Top of Input material
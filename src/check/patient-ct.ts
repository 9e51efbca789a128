import type { CtVolume } from '../model/index.js';

/** The patient's CT as the check uses it: the volume, the clinic's HU → density table, the body threshold. */
export interface PatientCt {
  readonly volume: CtVolume;
  readonly density: (hu: number) => number;
  readonly densityTable: string;
  readonly bodyThresholdHu: number;
  /** The body from an EXTERNAL structure, when given (else the threshold). */
  readonly bodyMask?: Uint8Array;
  /** How the body surface was found, for the result: `EXTERNAL "Body"` or `HU >= -400`. */
  readonly bodySource: string;
}
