export * from './policy.js';
export * from './check-plan.js';
export * from './verdict.js';
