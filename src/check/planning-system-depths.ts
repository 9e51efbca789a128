import type { Beam, PlanningSystemDepths, ReferencedBeam } from '../model/index.js';

/**
 * The planning system's Beam Dose Point Depth, Equivalent Depth and SSD for a beam: the current
 * Beam Dose Verification Control Point Sequence first, else the retired per-beam attributes.
 */
export function planningSystemDepths(beam: Beam, entry: ReferencedBeam): PlanningSystemDepths | undefined {
  const v = beam.doseVerification.flatMap((d) => d.points).find((p) => p.pointDepthMm !== undefined || p.ssdMm !== undefined);
  const depthMm = v?.pointDepthMm ?? entry.pointDepthMm;
  const equivalentDepthMm = v?.equivalentDepthMm ?? entry.equivalentDepthMm;
  const ssdMm = v?.ssdMm ?? entry.pointSsdMm;
  if (depthMm === undefined && equivalentDepthMm === undefined && ssdMm === undefined) return undefined;
  return {
    ...(depthMm !== undefined ? { depthMm } : {}),
    ...(equivalentDepthMm !== undefined ? { equivalentDepthMm } : {}),
    ...(ssdMm !== undefined ? { ssdMm } : {}),
  };
}
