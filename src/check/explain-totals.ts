import type { BeamCheck, CheckedBeam, DeviationCause, Explanation, FractionGroupCheck, PlanCheck } from '../model/index.js';
import { explainBeams, type ExplainOptions, type Recheck, summarised } from './explain.js';
import { courseTotals, pointKey } from './totals.js';

type Total = PlanCheck['courseTotals'][number];
/** A beam at a total's point with its weight: fractions × its planning-system dose. */
interface Weighted {
  readonly beam: CheckedBeam;
  readonly weight: number;
}

const CONFIDENCE_ORDER: readonly DeviationCause['confidence'][] = ['possible', 'estimated', 'measured'];

/** Whether a total is beyond the smallest tolerance of its beams (or every total is wanted). */
export function totalNeedsExplaining(t: Total, beams: readonly BeamCheck[], all: boolean): boolean {
  if (t.deviationPercent === undefined) return false;
  const at = beams.filter((b): b is CheckedBeam => b.status === 'checked' && t.beams.includes(b.beamNumber));
  return all || (at.length > 0 && Math.abs(t.deviationPercent) > Math.min(...at.map((b) => b.tolerancePercent)));
}

/** The fraction group's totals, each beyond tolerance explained from its beams' explanations. */
export function explainGroupTotals(g: FractionGroupCheck, all: boolean): FractionGroupCheck {
  const totals = g.totals.map((t) => {
    if (!totalNeedsExplaining(t, g.beams, all)) return t;
    const at = atPoint(g.beams, t).map((beam) => ({ beam, weight: beam.planningSystemDoseCGy! }));
    return withExplanation(t, at);
  });
  return { ...g, totals };
}

/** The course totals, each beyond tolerance explained from every group's beams weighed by the group's fractions. */
export function explainCourseTotals(totals: readonly Total[], groups: readonly FractionGroupCheck[], all: boolean): Total[] {
  const beams = groups.flatMap((g) => g.beams);
  return totals.map((t) => {
    if (!totalNeedsExplaining(t, beams, all)) return t;
    const at = groups.flatMap((g) => atPoint(g.beams, t).map((beam) => ({ beam, weight: (g.fractionsPlanned ?? 0) * beam.planningSystemDoseCGy! })));
    return withExplanation(t, at);
  });
}

function atPoint(beams: readonly BeamCheck[], t: Total): CheckedBeam[] {
  return beams.filter(
    (b): b is CheckedBeam =>
      b.status === 'checked' && b.planningSystemDoseCGy !== undefined && pointKey(b.point.patientMm) === pointKey(t.pointPatientMm),
  );
}

function withExplanation(t: Total, at: readonly Weighted[]): Total {
  const explanation = totalExplanation(t.deviationPercent!, at);
  return explanation ? { ...t, explanation } : t;
}

/**
 * A total's causes from its beams': a beam's deviation shares out over its causes as their logs do
 * (so a beam's shares add to its deviation), each share weighed by the beam's part of the planning
 * system's dose at the point; the same cause of several beams is one cause of the total, its
 * confidence the weakest of theirs. Returned as ratios (as a beam's causes are), so they multiply
 * with the residual to the total's deviation.
 */
export function totalExplanation(deviationPercent: number, at: readonly Weighted[]): Explanation | undefined {
  const sum = at.reduce((s, w) => s + w.weight, 0);
  if (!(sum > 0) || at.some((w) => !w.beam.explanation)) return undefined;
  const byCode = new Map<DeviationCause['code'], { share: number; beams: number[]; confidence: DeviationCause['confidence']; estimated: boolean }>();
  for (const { beam, weight } of at) {
    const e = beam.explanation!;
    const logDeviation = Math.log1p(e.deviationPercent / 100);
    for (const c of e.causes) {
      const part =
        Math.abs(logDeviation) > 1e-12 ? (e.deviationPercent * Math.log1p(c.contributionPercent / 100)) / logDeviation : c.contributionPercent;
      const prev = byCode.get(c.code);
      const confidence = prev && CONFIDENCE_ORDER.indexOf(prev.confidence) < CONFIDENCE_ORDER.indexOf(c.confidence) ? prev.confidence : c.confidence;
      byCode.set(c.code, {
        share: (prev?.share ?? 0) + (weight / sum) * part,
        beams: [...(prev?.beams ?? []), beam.beamNumber],
        confidence,
        estimated: (prev?.estimated ?? true) && c.estimated !== false,
      });
    }
  }
  // Shares are percent of the total's dose, adding up to its deviation; as ratios they multiply to it.
  const scale = Math.abs(deviationPercent) > 1e-12 ? Math.log1p(deviationPercent / 100) / (deviationPercent / 100) : 1;
  const causes: DeviationCause[] = [...byCode.entries()].map(([code, c]) => ({
    code,
    beams: c.beams,
    contributionPercent: 100 * Math.expm1((scale * c.share) / 100),
    confidence: c.confidence,
    ...(c.estimated ? {} : { estimated: false }),
    evidence: { beams: c.beams.join(', ') },
  }));
  causes.sort((x, y) => Math.abs(y.contributionPercent) - Math.abs(x.contributionPercent));
  return summarised(deviationPercent, causes);
}

/**
 * Every explanation of a plan: the beams outside tolerance (or all), and the totals outside
 * tolerance from their beams, whose causes are found for that even when a beam is itself within
 * tolerance (such a beam's own explanation is then left out of the result, as it was not asked for).
 */
export function explainPlan(
  groups: readonly FractionGroupCheck[],
  o: Omit<ExplainOptions, 'recheck'>,
  recheckFor: (groupNumber: number) => Recheck | undefined,
): { groups: FractionGroupCheck[]; courseTotals: Total[] } {
  const course = courseTotals(groups);
  const allBeams = groups.flatMap((g) => g.beams);
  const wanted = [
    ...groups.flatMap((g) => g.totals.filter((t) => totalNeedsExplaining(t, g.beams, o.all))),
    ...course.filter((t) => totalNeedsExplaining(t, allBeams, o.all)),
  ];
  const force = new Set(wanted.flatMap((t) => t.beams));
  const explained = groups.map((g) =>
    explainGroupTotals({ ...g, beams: explainBeams(g.beams, { ...o, recheck: recheckFor(g.number) }, force) }, o.all),
  );
  const totals = explainCourseTotals(courseTotals(explained), explained, o.all);
  const asked = (b: BeamCheck): BeamCheck =>
    b.status === 'checked' && b.explanation && b.verdict === 'within tolerance' && !o.all ? withoutExplanation(b) : b;
  return { groups: explained.map((g) => ({ ...g, beams: g.beams.map(asked) })), courseTotals: totals };
}

function withoutExplanation(b: CheckedBeam): CheckedBeam {
  const { explanation: _, ...rest } = b;
  return rest;
}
Bottom of Input material
*Prompt*. Go through the preceding material and copy each line that has the word "when".

*Reply*.
  /** The body from an EXTERNAL structure, when given (else the threshold). */
 * tolerance from their beams, whose causes are found for that even when a beam is itself within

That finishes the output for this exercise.